# Help neded in finding product



## annetony (May 1, 2005)

I have searched high and low for someone who sells this mirror, if anyone has seen one please let me know, Anne


----------



## Zebedee (Oct 3, 2007)

annetony said:


> I have searched high and low for someone who sells this mirror, if anyone has seen one please let me know, Anne


I wouldn't bother Anne. It's not a very good one. I can't see anything in it.


----------



## annetony (May 1, 2005)

Sorry it wont add the picture I give up


----------



## mangothemadmonk (Aug 6, 2006)

It reminds me of a story of an officer on a recruit coarse and he was on room inspection.

He was a right git and always found something wrong with your room even if it was sparkling.

Anyway one morning he goes into this recruits room and looks around. Goes over the ledges and skirting boards with his white gloves. Looks at the bed pack and checks the sink area.

He shouts over to the recruit and says "How come every time I look in this mirror I see S**T ?"

The whole corridor erupted in laughter... When he finally realised what he had said he stormed out. They paid for their laughter later on..

Johnny F


----------



## Zebedee (Oct 3, 2007)

annetony said:


> Sorry it wont add the picture I give up


Is the piccie too big?
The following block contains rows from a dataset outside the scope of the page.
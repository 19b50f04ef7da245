package seep

import (
	"cmp"
	"math"
	"slices"

	"github.com/rimfield/rimfield/bem/job"
	"github.com/rimfield/rimfield/geom"
	"github.com/rimfield/rimfield/mesh"
	"gonum.org/v1/gonum/integrate/quad"
	"gonum.org/v1/gonum/spatial/r2"
)

// Tuning of the exit gradient at corners; see the package documentation,
// "Exit gradient", for what each does and how it was measured.
const (
	// lambdaTol: a corner whose exponent lambda is within lambdaTol of 1
	// has a finite, non-zero gradient at its vertex (a fixed-head bed
	// meeting an impervious face at 90 degrees, within about half a
	// degree).
	lambdaTol = 0.005
	// arcPanels: the corner value is projected from an arc of radius
	// arcPanels times the local panel size,
	arcPanels = 4.0
	// arcFree: at most arcFree times the free radius of the wedge (the
	// distance from the vertex to the nearest other boundary inside it).
	arcFree = 1.0 / 3
	// arcNodes: Gauss-Legendre nodes on the arc.
	arcNodes = 24
	// zonePanels: panel values within zonePanels local panel sizes of a
	// graded vertex carry the constant elements' corner error (about 1e-3
	// at a panel size, 1e-2 and more on the smallest panels) and are not
	// read as exit gradients.
	zonePanels = 6.0
	// localReach: the local panel size at a vertex is the longest panel
	// of the exit face within localReach nominal sizes of it.
	localReach = 8.0
)

// CornerKind tells how the exit gradient behaves at a vertex of an exit
// face. The zero value is invalid.
type CornerKind uint8

const (
	// CornerFinite: finite and non-zero at the vertex (lambda = 1, a bed
	// meeting an impervious face at 90 degrees).
	CornerFinite CornerKind = iota + 1
	// CornerVanishing: zero at the vertex (lambda > 1, a corner of the soil
	// sharper than 90 degrees against an impervious face).
	CornerVanishing
	// CornerSingular: infinite at the vertex (lambda < 1: the toe of a floor
	// without a cutoff, r^-1/2).
	CornerSingular
)

// String names the kind.
func (k CornerKind) String() string {
	switch k {
	case CornerFinite:
		return "finite"
	case CornerVanishing:
		return "vanishing"
	case CornerSingular:
		return "singular"
	}
	return "invalid"
}

// Exit is the exit gradient on one fixed-head boundary through which water
// leaves the soil.
type Exit struct {
	Boundary string
	Owner    int     // index into Layout.Owners
	Head     float64 // the boundary's total head (m)
	// Outflow is the water leaving the soil through the boundary (m^2/s).
	Outflow float64
	// Value is the largest exit gradient on the boundary (1): the
	// hydraulic gradient normal to the face, |F| / (n.K.n). Where the
	// gradient is infinite in theory (Singular) it is the mean over
	// AveragedOver metres of the face from At.
	Value float64
	At    r2.Vec // where (m)
	// Corner is true when At is a vertex of the face and Value the limit
	// of the gradient there, from the local expansion of the head; false
	// when Value is a panel's value (or a mean from a singular vertex).
	Corner bool
	// Singular is true when the largest gradient is infinite in theory;
	// AveragedOver (m) is then the length of face Value is the mean over,
	// and Exponent the power of the distance the gradient grows with.
	Singular     bool
	AveragedOver float64
	Exponent     float64
	// Spread is, at a corner, the relative difference between the two
	// projections the corner value is the mean of: a measure of its
	// accuracy (NaN elsewhere).
	Spread float64
	// Corners lists the graded vertices of the face where water leaves.
	Corners []ExitCorner
}

// ExitCorner is a vertex of an exit face where its condition or direction
// changes.
type ExitCorner struct {
	At r2.Vec // metres
	// Neighbour names the boundary across the vertex (a body, an edge,
	// "wall:<region>").
	Neighbour string
	Kind      CornerKind
	// Opening is the soil-side opening angle beta (radians), in the soil's
	// isotropic frame when one soil fills the wedge (the transformed
	// section of an anisotropic soil).
	Opening float64
	// Lambda is the leading exponent of the head near the vertex,
	// h - h_face ~ r^Lambda: the gradient goes like r^(Lambda - 1).
	Lambda float64
	// Junction is true when interfaces between soils meet at the vertex.
	Junction bool
	// Value is the exit gradient at the vertex (CornerFinite), its mean
	// over AveragedOver metres of the face (CornerSingular), or 0.
	Value        float64
	AveragedOver float64
	// Radius is the radius (m, in the isotropic frame) of the arc the
	// finite corner value was projected from, Spread its relative
	// uncertainty (see Exit.Spread).
	Radius, Spread float64

	neighbourOwner int    // the owner across the vertex, or -1
	exitDir        r2.Vec // unit direction of the exit face from the vertex
}

// wedge is a vertex of the boundary seen from an exit panel.
type wedge struct {
	v          r2.Vec
	exit, next int  // the exit panel and the boundary panel across the vertex
	ccw        bool // the soil lies counter-clockwise of the exit panel's direction from v
	sectors    []mesh.Sector
	beta       float64 // opening, isotropic frame when one region
	region     int     // the region next to the exit panel
}

// exits finds the exit faces and their largest gradients.
func (a *analysis) exits() []Exit {
	m := a.m
	graded := map[r2.Vec]bool{}
	for _, v := range m.Singular {
		graded[v] = true
	}
	// leaving[o]: panels of a fixed-head owner where water leaves, by more
	// than the solver's rounding.
	eps := a.noise
	leaving := map[int][]int{}
	for j, p := range m.Panels {
		if p.Interface() || p.Owner < 0 || p.Cond.Kind != geom.Potential || a.sol.F[j] >= -eps {
			continue
		}
		leaving[p.Owner] = append(leaving[p.Owner], j)
	}
	// A face whose whole outflow is below a millionth of the section's is
	// rounding too (the bed upstream of a sheet pile, whose few panels next
	// to the pile's head let out 1e-10 of the discharge): not an exit.
	out, total := map[int]float64{}, 0.0
	for o, js := range leaving {
		for _, j := range js {
			q := -a.sol.F[j] * m.Panels[j].Length()
			out[o] += q
			total += q
		}
	}
	for o, q := range out {
		if q < exitShare*total {
			delete(leaving, o)
		}
	}
	if len(leaving) == 0 {
		return nil
	}
	wedges := map[int][]wedge{}
	for j, p := range m.Panels {
		if p.Interface() || !graded[p.B] {
			continue
		}
		w, ok := a.wedgeAt(j)
		if !ok {
			continue
		}
		// Either side of the vertex may be an exit face: the arriving
		// panel j (the soil clockwise of the way back along it) or the
		// leaving one (the soil counter-clockwise of it).
		for _, ccw := range []bool{false, true} {
			x := w
			if ccw {
				x.exit, x.next, x.ccw = w.next, j, true
				x.sectors = slices.Clone(w.sectors)
				slices.Reverse(x.sectors)
				x.region = m.Panels[w.next].Left
			}
			// Any vertex of a face that lets water out, even where the
			// gradient vanishes at it.
			q := m.Panels[x.exit]
			if _, ok := leaving[q.Owner]; !ok || q.Cond.Kind != geom.Potential || q.Interface() {
				continue
			}
			wedges[q.Owner] = append(wedges[q.Owner], x)
		}
	}
	owners := make([]int, 0, len(leaving))
	for o := range leaving {
		owners = append(owners, o)
	}
	slices.Sort(owners)
	var exits []Exit
	for _, o := range owners {
		exits = append(exits, a.exitFace(o, leaving[o], wedges[o]))
	}
	return exits
}

// exitShare is the least share of the section's outflow a fixed-head face
// must let out to be an exit face.
const exitShare = 1e-6

// fluxNoise returns the inflow density below which a panel's value is
// taken for rounding: 1e-5 of the largest conductivity times the largest
// of the head difference, the largest head and 1 m, over the section's
// diagonal (a section without flow gives inflows near 1e-7 of that).
func (a *analysis) fluxNoise() float64 {
	kmax := 0.0
	for _, r := range a.lay.Regions {
		kmax = math.Max(kmax, math.Max(r.Material.Kx, r.Material.Ky))
	}
	lo, hi, top := math.Inf(1), math.Inf(-1), 1.0
	for _, u := range a.sol.U {
		lo, hi, top = math.Min(lo, u), math.Max(hi, u), math.Max(top, math.Abs(u))
	}
	return 1e-5 * kmax * math.Max(hi-lo, top) / a.lay.Diagonal
}

// wedgeAt returns the wedge at the end B of boundary panel j: the next
// boundary panel clockwise from the way back along j (the one leaving the
// vertex with the smallest opening), the interfaces between, and the
// opening. The soil lies clockwise of the way back.
func (a *analysis) wedgeAt(j int) (wedge, bool) {
	m := a.m
	p := m.Panels[j]
	v := p.B
	back := r2.Scale(-1, p.Tangent())
	k, beta := -1, 0.0
	for _, c := range a.starts[v] {
		if ang := cw(m.Panels[c].Tangent(), back); k < 0 || ang < beta {
			k, beta = c, ang
		}
	}
	if k < 0 {
		return wedge{}, false
	}
	type ray struct {
		phi    float64
		beyond int // the region clockwise of the ray
	}
	var rays []ray
	for _, c := range a.joints[v] {
		ip := m.Panels[c]
		d, cwSide := ip.Tangent(), ip.Right
		if ip.B == v {
			d, cwSide = r2.Scale(-1, d), ip.Left
		}
		if phi := cw(d, back); phi < beta {
			rays = append(rays, ray{phi, cwSide})
		}
	}
	slices.SortFunc(rays, func(x, y ray) int { return cmp.Compare(x.phi, y.phi) })
	w := wedge{v: v, exit: j, next: k, region: p.Left}
	from, reg := 0.0, p.Left
	for _, r := range rays {
		w.sectors = append(w.sectors, mesh.Sector{Width: r.phi - from, K: a.kbar(reg)})
		from, reg = r.phi, r.beyond
	}
	w.sectors = append(w.sectors, mesh.Sector{Width: beta - from, K: a.kbar(reg)})
	w.beta = beta
	if len(rays) == 0 {
		// One soil: the opening in its isotropic frame.
		t := a.frame(p.Left)
		w.beta = cw(t.to(m.Panels[k].Tangent()), t.to(back))
		w.sectors[0].Width = w.beta
	}
	return w, true
}

// cw returns the clockwise angle in (0, 2 pi] from back to d.
func cw(d, back r2.Vec) float64 {
	a := math.Atan2(r2.Cross(d, back), r2.Dot(d, back))
	if a <= 0 {
		a += 2 * math.Pi
	}
	return a
}

func (a *analysis) kbar(reg int) float64 {
	k := a.lay.Regions[reg].Material
	return math.Sqrt(k.Kx * k.Ky)
}

// isoFrame is a region's isotropic frame: X = T x with T = diag(ax, 1/ax),
// ax = (ky/kx)^(1/4) (det T = 1), where the region's equation is Laplace's
// with conductivity kbar = sqrt(kx ky): the transformed section (Harr,
// Groundwater and Seepage, 1962, ch. 1, from memory; common practice).
type isoFrame struct{ ax, kbar float64 }

func (a *analysis) frame(reg int) isoFrame {
	k := a.lay.Regions[reg].Material
	return isoFrame{ax: math.Pow(k.Ky/k.Kx, 0.25), kbar: math.Sqrt(k.Kx * k.Ky)}
}

func (t isoFrame) to(x r2.Vec) r2.Vec   { return r2.Vec{X: t.ax * x.X, Y: x.Y / t.ax} }
func (t isoFrame) from(X r2.Vec) r2.Vec { return r2.Vec{X: X.X / t.ax, Y: X.Y * t.ax} }

// gradTo turns a gradient in the original coordinates into one in the
// isotropic frame: grad_X = T^-1 grad_x.
func (t isoFrame) gradTo(g r2.Vec) r2.Vec { return r2.Vec{X: g.X / t.ax, Y: g.Y * t.ax} }

// classify sets the corner's kind from its wedge.
func (a *analysis) classify(w wedge) ExitCorner {
	m := a.m
	q := m.Panels[w.next]
	c := ExitCorner{At: w.v, Neighbour: job.BoundaryName(a.lay, q), Opening: w.beta, Junction: len(w.sectors) > 1,
		Spread: math.NaN(), neighbourOwner: -1, exitDir: m.Panels[w.exit].Tangent()}
	if !w.ccw {
		c.exitDir = r2.Scale(-1, c.exitDir)
	}
	if !q.Interface() {
		c.neighbourOwner = q.Owner
	}
	switch {
	case q.Cond.Kind == geom.Flux:
		if len(w.sectors) == 1 {
			c.Lambda = math.Pi / (2 * w.beta)
		} else {
			c.Lambda = mesh.WedgeExponent(w.sectors, true)
		}
	case math.Abs(a.sol.U[w.next]-a.sol.U[w.exit]) <= 1e-9*(1+math.Abs(a.sol.U[w.exit])):
		if len(w.sectors) == 1 {
			c.Lambda = math.Pi / w.beta
		} else {
			c.Lambda = mesh.WedgeExponent(w.sectors, false)
		}
	default:
		c.Lambda = 0 // the head jumps at the vertex: gradient ~ 1/r
	}
	switch {
	case math.Abs(c.Lambda-1) <= lambdaTol:
		c.Kind = CornerFinite
	case c.Lambda < 1:
		c.Kind = CornerSingular
	default:
		c.Kind = CornerVanishing
	}
	return c
}

// exitFace finds the largest exit gradient on owner o, whose leaving
// panels are given, with the wedges at its graded vertices.
func (a *analysis) exitFace(o int, panels []int, wedges []wedge) Exit {
	m := a.m
	ex := Exit{Boundary: a.lay.Owners[o].Name, Owner: o, Head: a.lay.Owners[o].Cond.Value,
		Spread: math.NaN(), Exponent: 0}
	faceLen := 0.0
	for _, j := range panels {
		l := m.Panels[j].Length()
		ex.Outflow -= a.sol.F[j] * l
		faceLen += l
	}
	type candidate struct {
		value          float64
		at             r2.Vec
		corner, sing   bool
		over, exponent float64
		spread         float64
	}
	var cands []candidate
	for _, w := range wedges {
		c := a.classify(w)
		hLoc := a.localSize(w, panels)
		switch c.Kind {
		case CornerFinite:
			if len(w.sectors) == 1 {
				c.Value, c.Radius, c.Spread = a.project(w, c, hLoc)
				if c.Value > 0 {
					cands = append(cands, candidate{value: c.Value, at: w.v, corner: true, spread: c.Spread})
				}
			}
		case CornerSingular:
			c.Value, c.AveragedOver = a.average(w, faceLen)
			cands = append(cands, candidate{value: c.Value, at: w.v, sing: true, over: c.AveragedOver, exponent: c.Lambda - 1})
		}
		ex.Corners = append(ex.Corners, c)
	}
	// Panel values away from graded vertices.
	zones := make([]struct {
		v r2.Vec
		r float64
	}, 0, len(m.Singular))
	for _, v := range m.Singular {
		zones = append(zones, struct {
			v r2.Vec
			r float64
		}{v, zonePanels * a.sizeNear(v, panels)})
	}
	best := -1
	bestRaw := -1
	for _, j := range panels {
		mid := m.Panels[j].Mid()
		g := -a.sol.F[j] / a.nKn(j)
		if bestRaw < 0 || g > -a.sol.F[bestRaw]/a.nKn(bestRaw) {
			bestRaw = j
		}
		near := false
		for _, z := range zones {
			if r2.Norm(r2.Sub(mid, z.v)) < z.r {
				near = true
				break
			}
		}
		if !near && (best < 0 || g > -a.sol.F[best]/a.nKn(best)) {
			best = j
		}
	}
	if best >= 0 {
		cands = append(cands, candidate{value: -a.sol.F[best] / a.nKn(best), at: m.Panels[best].Mid()})
	}
	if len(cands) == 0 {
		// A short face inside the corner zones: its largest panel value.
		cands = append(cands, candidate{value: -a.sol.F[bestRaw] / a.nKn(bestRaw), at: m.Panels[bestRaw].Mid()})
	}
	k := 0
	for i, c := range cands {
		if c.value > cands[k].value {
			k = i
		}
	}
	c := cands[k]
	ex.Value, ex.At, ex.Corner, ex.Singular = c.value, c.at, c.corner, c.sing
	ex.AveragedOver, ex.Exponent, ex.Spread = c.over, c.exponent, c.spread
	if !c.corner {
		ex.Spread = math.NaN()
	}
	return ex
}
That's the usual reason if it sulks.


----------



## annetony (May 1, 2005)

yep it was too big, got it sorted now its on   

Anne


----------



## 103345 (Mar 11, 2007)

Brilliant!!! Put my name down for one :wink: 
Annie


----------



## JohnsCrossMotorHomes (Jul 21, 2007)

Billy Smarts Circus, look in fun fair section!!! (Hall of Mirrors)


:BIG:


----------



## Zebedee (Oct 3, 2007)

JohnsCrossMotorHomes said:


> Billy Smarts Circus, look in fun fair section!!! (Hall of Mirrors)
> :BIG:


But be VERY careful with the product code number. Some of them work the other way round!!!


----------